Give every line below again, exactly.

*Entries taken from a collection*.
^^^^^^^^^^^^^^^^

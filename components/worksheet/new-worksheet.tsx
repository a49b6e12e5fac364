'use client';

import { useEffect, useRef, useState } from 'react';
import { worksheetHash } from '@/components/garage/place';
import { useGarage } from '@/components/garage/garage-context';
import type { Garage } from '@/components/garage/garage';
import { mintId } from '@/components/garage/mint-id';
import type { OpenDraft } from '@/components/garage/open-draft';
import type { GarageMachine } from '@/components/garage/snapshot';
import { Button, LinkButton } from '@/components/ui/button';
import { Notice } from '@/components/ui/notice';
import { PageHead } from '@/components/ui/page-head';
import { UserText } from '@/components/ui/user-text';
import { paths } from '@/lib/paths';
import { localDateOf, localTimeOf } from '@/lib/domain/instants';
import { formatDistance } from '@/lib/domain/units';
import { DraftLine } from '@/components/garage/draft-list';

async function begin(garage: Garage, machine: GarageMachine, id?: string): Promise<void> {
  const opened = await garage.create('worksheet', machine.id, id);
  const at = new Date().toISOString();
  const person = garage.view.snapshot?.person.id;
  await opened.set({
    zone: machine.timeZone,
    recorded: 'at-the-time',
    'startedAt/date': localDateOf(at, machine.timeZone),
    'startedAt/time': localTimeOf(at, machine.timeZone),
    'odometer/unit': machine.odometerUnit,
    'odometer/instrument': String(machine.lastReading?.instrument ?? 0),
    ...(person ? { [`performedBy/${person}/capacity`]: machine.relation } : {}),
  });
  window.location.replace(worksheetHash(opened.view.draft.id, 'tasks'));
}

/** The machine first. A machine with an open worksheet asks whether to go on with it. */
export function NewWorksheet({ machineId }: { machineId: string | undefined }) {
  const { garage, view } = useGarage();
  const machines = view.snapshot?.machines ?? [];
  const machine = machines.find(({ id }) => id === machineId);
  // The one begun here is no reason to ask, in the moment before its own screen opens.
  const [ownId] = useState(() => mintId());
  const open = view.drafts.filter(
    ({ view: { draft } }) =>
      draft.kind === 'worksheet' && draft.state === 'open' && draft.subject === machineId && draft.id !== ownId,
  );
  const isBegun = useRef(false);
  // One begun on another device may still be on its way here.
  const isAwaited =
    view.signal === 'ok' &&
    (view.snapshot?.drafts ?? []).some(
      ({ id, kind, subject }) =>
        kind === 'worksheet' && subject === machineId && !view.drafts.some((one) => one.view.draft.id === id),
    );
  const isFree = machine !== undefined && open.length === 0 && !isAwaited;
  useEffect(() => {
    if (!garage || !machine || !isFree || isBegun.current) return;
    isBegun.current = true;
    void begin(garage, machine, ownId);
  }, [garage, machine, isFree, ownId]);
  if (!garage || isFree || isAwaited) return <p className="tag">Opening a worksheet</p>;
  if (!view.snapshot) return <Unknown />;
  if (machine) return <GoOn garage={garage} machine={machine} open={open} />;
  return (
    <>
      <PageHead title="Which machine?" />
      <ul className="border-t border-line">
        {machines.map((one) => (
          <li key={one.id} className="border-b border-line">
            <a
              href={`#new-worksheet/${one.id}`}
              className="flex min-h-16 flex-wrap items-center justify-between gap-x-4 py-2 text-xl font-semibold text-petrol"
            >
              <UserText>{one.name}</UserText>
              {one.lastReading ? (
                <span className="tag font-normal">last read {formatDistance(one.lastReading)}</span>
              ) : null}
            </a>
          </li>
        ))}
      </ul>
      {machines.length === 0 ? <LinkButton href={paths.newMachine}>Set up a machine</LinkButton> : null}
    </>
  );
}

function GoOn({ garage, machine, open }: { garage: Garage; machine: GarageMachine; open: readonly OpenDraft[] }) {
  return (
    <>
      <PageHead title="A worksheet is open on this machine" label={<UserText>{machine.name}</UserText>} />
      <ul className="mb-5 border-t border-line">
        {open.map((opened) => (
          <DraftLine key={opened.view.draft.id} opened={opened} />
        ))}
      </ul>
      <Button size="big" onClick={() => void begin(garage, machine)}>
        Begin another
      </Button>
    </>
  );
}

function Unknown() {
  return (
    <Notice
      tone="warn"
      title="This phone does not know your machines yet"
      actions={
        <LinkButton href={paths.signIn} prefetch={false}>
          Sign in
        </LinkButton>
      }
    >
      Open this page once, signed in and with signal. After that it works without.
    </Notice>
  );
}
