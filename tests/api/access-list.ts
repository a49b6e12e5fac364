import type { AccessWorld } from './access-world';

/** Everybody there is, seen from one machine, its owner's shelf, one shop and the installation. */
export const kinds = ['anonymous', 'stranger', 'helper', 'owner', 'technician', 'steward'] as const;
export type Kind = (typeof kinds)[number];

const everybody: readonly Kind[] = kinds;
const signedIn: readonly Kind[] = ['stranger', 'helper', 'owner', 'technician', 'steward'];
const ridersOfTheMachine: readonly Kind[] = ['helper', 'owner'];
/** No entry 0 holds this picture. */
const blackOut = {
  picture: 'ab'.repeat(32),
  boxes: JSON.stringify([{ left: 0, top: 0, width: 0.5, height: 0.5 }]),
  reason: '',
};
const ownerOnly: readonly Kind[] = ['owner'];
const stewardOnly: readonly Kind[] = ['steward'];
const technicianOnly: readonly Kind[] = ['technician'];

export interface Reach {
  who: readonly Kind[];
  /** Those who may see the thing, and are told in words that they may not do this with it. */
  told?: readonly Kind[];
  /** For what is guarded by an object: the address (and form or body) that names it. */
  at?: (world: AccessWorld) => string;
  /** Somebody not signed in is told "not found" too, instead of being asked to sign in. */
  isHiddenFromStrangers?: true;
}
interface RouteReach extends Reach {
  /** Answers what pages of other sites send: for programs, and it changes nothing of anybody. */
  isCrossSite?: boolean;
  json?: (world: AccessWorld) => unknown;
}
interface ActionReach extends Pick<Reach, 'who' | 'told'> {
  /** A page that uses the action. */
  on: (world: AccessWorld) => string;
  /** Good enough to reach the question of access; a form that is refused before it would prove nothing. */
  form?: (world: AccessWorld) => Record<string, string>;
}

^^^^^^^^^^^^^^^^

*Expected answer*.
filename components/worksheet/new-worksheet.tsx
repository a49b6e12e5fac364
'use client';

import { useEffect, useRef, useState } from 'react';
import { worksheetHash } from '@/components/garage/place';
import { useGarage } from '@/components/garage/garage-context';
import type { Garage } from '@/components/garage/garage';
import { mintId } from '@/components/garage/mint-id';
import type { OpenDraft } from '@/components/garage/open-draft';
import type { GarageMachine } from '@/components/garage/snapshot';
import { Button, LinkButton } from '@/components/ui/button';
import { Notice } from '@/components/ui/notice';
import { PageHead } from '@/components/ui/page-head';
import { UserText } from '@/components/ui/user-text';
import { paths } from '@/lib/paths';
import { localDateOf, localTimeOf } from '@/lib/domain/instants';
import { formatDistance } from '@/lib/domain/units';
import { DraftLine } from '@/components/garage/draft-list';

async function begin(garage: Garage, machine: GarageMachine, id?: string): Promise<void> {
  const opened = await garage.create('worksheet', machine.id, id);
  const at = new Date().toISOString();
  const person = garage.view.snapshot?.person.id;
  await opened.set({
    zone: machine.timeZone,
    recorded: 'at-the-time',
    'startedAt/date': localDateOf(at, machine.timeZone),
    'startedAt/time': localTimeOf(at, machine.timeZone),
    'odometer/unit': machine.odometerUnit,
    'odometer/instrument': String(machine.lastReading?.instrument ?? 0),
    ...(person ? { [`performedBy/${person}/capacity`]: machine.relation } : {}),
  });
  window.location.replace(worksheetHash(opened.view.draft.id, 'tasks'));
}

/** The machine first. A machine with an open worksheet asks whether to go on with it. */
export function NewWorksheet({ machineId }: { machineId: string | undefined }) {
  const { garage, view } = useGarage();
  const machines = view.snapshot?.machines ?? [];
  const machine = machines.find(({ id }) => id === machineId);
  // The one begun here is no reason to ask, in the moment before its own screen opens.
  const [ownId] = useState(() => mintId());
  const open = view.drafts.filter(
    ({ view: { draft } }) =>
      draft.kind === 'worksheet' && draft.state === 'open' && draft.subject === machineId && draft.id !== ownId,
  );
  const isBegun = useRef(false);
  // One begun on another device may still be on its way here.
  const isAwaited =
    view.signal === 'ok' &&
    (view.snapshot?.drafts ?? []).some(
      ({ id, kind, subject }) =>
        kind === 'worksheet' && subject === machineId && !view.drafts.some((one) => one.view.draft.id === id),
    );
  const isFree = machine !== undefined && open.length === 0 && !isAwaited;
  useEffect(() => {
    if (!garage || !machine || !isFree || isBegun.current) return;
    isBegun.current = true;
    void begin(garage, machine, ownId);
  }, [garage, machine, isFree, ownId]);
  if (!garage || isFree || isAwaited) return <p className="tag">Opening a worksheet</p>;
  if (!view.snapshot) return <Unknown />;
  if (machine) return <GoOn garage={garage} machine={machine} open={open} />;
  return (
    <>
      <PageHead title="Which machine?" />
      <ul className="border-t border-line">
        {machines.map((one) => (
          <li key={one.id} className="border-b border-line">
            <a
              href={`#new-worksheet/${one.id}`}
              className="flex min-h-16 flex-wrap items-center justify-between gap-x-4 py-2 text-xl font-semibold text-petrol"
            >
              <UserText>{one.name}</UserText>
              {one.lastReading ? (
                <span className="tag font-normal">last read {formatDistance(one.lastReading)}</span>
              ) : null}
            </a>
          </li>
        ))}
      </ul>
      {machines.length === 0 ? <LinkButton href={paths.newMachine}>Set up a machine</LinkButton> : null}
    </>
  );
}

function GoOn({ garage, machine, open }: { garage: Garage; machine: GarageMachine; open: readonly OpenDraft[] }) {
  return (
    <>
      <PageHead title="A worksheet is open on this machine" label={<UserText>{machine.name}</UserText>} />
      <ul className="mb-5 border-t border-line">
        {open.map((opened) => (
          <DraftLine key={opened.view.draft.id} opened={opened} />
        ))}
      </ul>
      <Button size="big" onClick={() => void begin(garage, machine)}>
        Begin another
      </Button>
    </>
  );
}

function Unknown() {
  return (
    <Notice
      tone="warn"
      title="This phone does not know your machines yet"
      actions={
        <LinkButton href={paths.signIn} prefetch={false}>
          Sign in
        </LinkButton>
      }
    >
      Open this page once, signed in and with signal. After that it works without.
    </Notice>
  );
}
filename tests/api/access-list.ts
repository a49b6e12e5fac364
import type { AccessWorld } from './access-world';

/** Everybody there is, seen from one machine, its owner's shelf, one shop and the installation. */
export const kinds = ['anonymous', 'stranger', 'helper', 'owner', 'technician', 'steward'] as const;
export type Kind = (typeof kinds)[number];

const everybody: readonly Kind[] = kinds;
const signedIn: readonly Kind[] = ['stranger', 'helper', 'owner', 'technician', 'steward'];
const ridersOfTheMachine: readonly Kind[] = ['helper', 'owner'];
/** No entry 0 holds this picture. */
const blackOut = {
  picture: 'ab'.repeat(32),
  boxes: JSON.stringify([{ left: 0, top: 0, width: 0.5, height: 0.5 }]),
  reason: '',
};
const ownerOnly: readonly Kind[] = ['owner'];
const stewardOnly: readonly Kind[] = ['steward'];
const technicianOnly: readonly Kind[] = ['technician'];

export interface Reach {
  who: readonly Kind[];
  /** Those who may see the thing, and are told in words that they may not do this with it. */
  told?: readonly Kind[];
  /** For what is guarded by an object: the address (and form or body) that names it. */
  at?: (world: AccessWorld) => string;
  /** Somebody not signed in is told "not found" too, instead of being asked to sign in. */
  isHiddenFromStrangers?: true;
}
interface RouteReach extends Reach {
  /** Answers what pages of other sites send: for programs, and it changes nothing of anybody. */
  isCrossSite?: boolean;
  json?: (world: AccessWorld) => unknown;
}
interface ActionReach extends Pick<Reach, 'who' | 'told'> {
  /** A page that uses the action. */
  on: (world: AccessWorld) => string;
  /** Good enough to reach the question of access; a form that is refused before it would prove nothing. */
  form?: (world: AccessWorld) => Record<string, string>;
}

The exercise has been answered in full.